[ABOUT THIS EXERCISE] Every line below that holds the word "second" must be listed.

[AVAILABLE DATA]

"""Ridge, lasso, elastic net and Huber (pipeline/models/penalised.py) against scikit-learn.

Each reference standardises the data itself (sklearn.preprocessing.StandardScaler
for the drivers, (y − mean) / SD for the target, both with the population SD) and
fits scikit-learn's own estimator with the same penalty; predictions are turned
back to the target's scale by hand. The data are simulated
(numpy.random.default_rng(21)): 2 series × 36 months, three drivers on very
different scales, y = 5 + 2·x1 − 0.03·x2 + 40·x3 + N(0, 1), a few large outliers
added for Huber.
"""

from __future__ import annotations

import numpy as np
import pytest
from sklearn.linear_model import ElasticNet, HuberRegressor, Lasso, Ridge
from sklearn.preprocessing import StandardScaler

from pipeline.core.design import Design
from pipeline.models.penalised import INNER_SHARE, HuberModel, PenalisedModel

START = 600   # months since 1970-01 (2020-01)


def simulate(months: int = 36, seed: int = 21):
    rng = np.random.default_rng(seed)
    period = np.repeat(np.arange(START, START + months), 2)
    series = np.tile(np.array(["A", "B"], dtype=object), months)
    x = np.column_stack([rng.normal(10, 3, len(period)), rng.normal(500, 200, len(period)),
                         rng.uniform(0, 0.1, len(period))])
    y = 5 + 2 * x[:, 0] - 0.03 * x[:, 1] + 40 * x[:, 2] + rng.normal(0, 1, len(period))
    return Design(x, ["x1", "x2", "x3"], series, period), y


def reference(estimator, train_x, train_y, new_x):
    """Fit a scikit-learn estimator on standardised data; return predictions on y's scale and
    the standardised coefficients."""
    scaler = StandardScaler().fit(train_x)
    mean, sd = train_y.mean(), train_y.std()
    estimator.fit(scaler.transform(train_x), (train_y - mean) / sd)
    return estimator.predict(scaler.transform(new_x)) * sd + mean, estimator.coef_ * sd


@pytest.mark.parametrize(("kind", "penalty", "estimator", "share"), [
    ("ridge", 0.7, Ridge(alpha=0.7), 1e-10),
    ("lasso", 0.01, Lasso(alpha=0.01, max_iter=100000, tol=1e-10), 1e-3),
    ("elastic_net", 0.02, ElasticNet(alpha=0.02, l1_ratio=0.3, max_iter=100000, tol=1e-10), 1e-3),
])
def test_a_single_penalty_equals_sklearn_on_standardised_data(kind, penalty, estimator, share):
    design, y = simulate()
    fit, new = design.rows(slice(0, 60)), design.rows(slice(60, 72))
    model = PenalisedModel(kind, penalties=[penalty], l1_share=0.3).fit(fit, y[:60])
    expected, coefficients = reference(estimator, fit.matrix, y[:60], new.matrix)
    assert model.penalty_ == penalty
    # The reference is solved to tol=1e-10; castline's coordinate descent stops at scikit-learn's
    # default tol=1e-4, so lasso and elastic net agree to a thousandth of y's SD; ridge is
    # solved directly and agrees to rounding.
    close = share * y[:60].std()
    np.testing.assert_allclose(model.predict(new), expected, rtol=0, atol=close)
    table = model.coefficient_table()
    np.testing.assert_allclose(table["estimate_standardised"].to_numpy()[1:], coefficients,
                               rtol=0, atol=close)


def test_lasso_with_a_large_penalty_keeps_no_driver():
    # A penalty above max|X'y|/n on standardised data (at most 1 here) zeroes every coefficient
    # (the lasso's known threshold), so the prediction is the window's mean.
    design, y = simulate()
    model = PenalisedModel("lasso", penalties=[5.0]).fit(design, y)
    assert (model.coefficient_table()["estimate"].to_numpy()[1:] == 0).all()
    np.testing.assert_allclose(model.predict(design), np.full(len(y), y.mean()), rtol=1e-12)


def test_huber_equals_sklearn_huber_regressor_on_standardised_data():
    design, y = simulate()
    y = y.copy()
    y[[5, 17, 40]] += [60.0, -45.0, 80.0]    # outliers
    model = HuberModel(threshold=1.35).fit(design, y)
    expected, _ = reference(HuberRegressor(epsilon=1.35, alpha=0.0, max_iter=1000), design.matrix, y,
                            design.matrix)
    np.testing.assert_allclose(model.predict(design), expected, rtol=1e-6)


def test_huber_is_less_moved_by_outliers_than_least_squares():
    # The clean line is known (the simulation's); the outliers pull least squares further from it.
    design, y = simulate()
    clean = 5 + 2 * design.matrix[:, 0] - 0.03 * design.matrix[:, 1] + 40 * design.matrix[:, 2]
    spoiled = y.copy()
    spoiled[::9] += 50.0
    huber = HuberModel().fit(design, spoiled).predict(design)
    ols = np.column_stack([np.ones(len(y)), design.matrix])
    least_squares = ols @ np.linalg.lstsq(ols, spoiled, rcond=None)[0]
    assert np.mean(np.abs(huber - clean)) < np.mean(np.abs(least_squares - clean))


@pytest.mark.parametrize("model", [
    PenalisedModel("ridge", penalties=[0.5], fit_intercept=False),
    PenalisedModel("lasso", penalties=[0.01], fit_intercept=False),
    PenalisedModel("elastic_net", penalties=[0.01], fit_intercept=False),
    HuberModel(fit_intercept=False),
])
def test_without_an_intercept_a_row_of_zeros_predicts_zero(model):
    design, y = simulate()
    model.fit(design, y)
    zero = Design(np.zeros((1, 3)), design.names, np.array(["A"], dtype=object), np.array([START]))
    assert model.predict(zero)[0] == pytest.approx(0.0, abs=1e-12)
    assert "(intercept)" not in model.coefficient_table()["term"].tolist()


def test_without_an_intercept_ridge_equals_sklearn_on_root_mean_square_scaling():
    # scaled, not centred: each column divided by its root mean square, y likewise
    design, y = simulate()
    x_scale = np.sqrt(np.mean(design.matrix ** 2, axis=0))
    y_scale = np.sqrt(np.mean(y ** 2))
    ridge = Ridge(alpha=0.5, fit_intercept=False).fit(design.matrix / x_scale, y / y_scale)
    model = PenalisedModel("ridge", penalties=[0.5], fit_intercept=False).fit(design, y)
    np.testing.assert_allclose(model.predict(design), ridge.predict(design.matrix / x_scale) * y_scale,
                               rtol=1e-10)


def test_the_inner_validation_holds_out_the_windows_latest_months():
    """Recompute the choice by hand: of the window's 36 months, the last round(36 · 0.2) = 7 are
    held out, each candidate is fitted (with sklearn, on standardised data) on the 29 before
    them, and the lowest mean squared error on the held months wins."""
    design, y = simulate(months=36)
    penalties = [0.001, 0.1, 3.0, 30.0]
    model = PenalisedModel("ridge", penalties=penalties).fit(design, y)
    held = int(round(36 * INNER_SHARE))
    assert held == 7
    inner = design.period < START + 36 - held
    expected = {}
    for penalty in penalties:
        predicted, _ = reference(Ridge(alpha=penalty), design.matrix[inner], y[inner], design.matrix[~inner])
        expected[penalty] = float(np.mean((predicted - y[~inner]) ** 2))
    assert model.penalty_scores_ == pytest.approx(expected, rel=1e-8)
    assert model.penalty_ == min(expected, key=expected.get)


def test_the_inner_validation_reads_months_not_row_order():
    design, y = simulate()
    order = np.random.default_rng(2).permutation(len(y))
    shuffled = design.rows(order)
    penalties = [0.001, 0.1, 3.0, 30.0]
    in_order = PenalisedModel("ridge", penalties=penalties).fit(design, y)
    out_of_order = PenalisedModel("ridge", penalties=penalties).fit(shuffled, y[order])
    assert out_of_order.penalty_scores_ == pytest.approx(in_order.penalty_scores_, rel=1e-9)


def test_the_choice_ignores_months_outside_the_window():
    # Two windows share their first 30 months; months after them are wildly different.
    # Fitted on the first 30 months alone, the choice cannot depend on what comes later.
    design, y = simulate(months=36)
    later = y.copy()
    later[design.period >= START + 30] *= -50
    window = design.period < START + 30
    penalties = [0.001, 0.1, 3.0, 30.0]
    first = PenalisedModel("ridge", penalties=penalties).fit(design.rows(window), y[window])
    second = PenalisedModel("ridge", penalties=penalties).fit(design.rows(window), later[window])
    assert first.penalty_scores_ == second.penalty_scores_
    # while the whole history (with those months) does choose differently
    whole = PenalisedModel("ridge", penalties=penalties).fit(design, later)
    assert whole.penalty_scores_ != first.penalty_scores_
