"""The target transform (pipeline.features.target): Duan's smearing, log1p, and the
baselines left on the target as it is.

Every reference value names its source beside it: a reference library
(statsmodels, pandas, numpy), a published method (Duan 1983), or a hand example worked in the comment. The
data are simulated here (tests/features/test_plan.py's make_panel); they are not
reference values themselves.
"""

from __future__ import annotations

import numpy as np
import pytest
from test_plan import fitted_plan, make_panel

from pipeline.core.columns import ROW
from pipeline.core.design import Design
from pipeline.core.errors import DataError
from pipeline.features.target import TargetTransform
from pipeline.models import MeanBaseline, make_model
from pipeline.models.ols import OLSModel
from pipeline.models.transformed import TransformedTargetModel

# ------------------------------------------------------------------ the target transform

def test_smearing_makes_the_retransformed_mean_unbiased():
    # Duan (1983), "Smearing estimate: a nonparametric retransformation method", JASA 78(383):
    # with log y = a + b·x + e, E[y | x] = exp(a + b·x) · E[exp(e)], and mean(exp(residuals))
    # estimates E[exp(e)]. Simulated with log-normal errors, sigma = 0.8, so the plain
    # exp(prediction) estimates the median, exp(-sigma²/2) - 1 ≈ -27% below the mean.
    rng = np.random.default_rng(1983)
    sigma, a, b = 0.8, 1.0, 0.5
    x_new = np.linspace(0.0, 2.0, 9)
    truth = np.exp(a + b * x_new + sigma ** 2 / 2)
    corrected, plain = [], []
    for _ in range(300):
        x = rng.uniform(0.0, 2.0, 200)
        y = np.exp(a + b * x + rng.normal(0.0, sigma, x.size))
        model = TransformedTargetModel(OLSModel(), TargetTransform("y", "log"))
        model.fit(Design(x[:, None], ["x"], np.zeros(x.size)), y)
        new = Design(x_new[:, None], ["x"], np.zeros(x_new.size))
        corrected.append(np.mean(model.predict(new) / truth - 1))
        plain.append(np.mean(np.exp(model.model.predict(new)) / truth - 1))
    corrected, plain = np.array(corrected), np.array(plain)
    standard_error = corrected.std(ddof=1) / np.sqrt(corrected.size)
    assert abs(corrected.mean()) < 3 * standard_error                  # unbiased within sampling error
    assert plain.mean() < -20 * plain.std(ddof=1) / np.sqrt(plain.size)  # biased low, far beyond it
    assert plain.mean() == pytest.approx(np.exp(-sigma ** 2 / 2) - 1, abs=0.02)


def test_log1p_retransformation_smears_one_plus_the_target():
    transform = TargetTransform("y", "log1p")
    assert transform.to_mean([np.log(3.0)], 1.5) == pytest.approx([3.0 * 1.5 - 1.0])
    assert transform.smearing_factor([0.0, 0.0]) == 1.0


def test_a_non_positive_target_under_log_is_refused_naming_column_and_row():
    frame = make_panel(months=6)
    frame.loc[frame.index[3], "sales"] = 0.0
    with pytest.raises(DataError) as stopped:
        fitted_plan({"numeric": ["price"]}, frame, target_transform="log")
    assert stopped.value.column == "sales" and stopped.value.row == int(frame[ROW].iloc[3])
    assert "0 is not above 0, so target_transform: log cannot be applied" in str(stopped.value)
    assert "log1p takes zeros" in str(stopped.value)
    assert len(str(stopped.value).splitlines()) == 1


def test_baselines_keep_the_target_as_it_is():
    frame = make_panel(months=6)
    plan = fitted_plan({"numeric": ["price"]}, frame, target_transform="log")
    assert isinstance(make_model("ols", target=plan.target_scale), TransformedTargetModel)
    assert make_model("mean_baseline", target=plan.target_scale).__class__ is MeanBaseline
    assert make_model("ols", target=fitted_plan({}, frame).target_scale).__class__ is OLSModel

[RESPONSE]
    second = PenalisedModel("ridge", penalties=penalties).fit(design.rows(window), later[window])
    assert first.penalty_scores_ == second.penalty_scores_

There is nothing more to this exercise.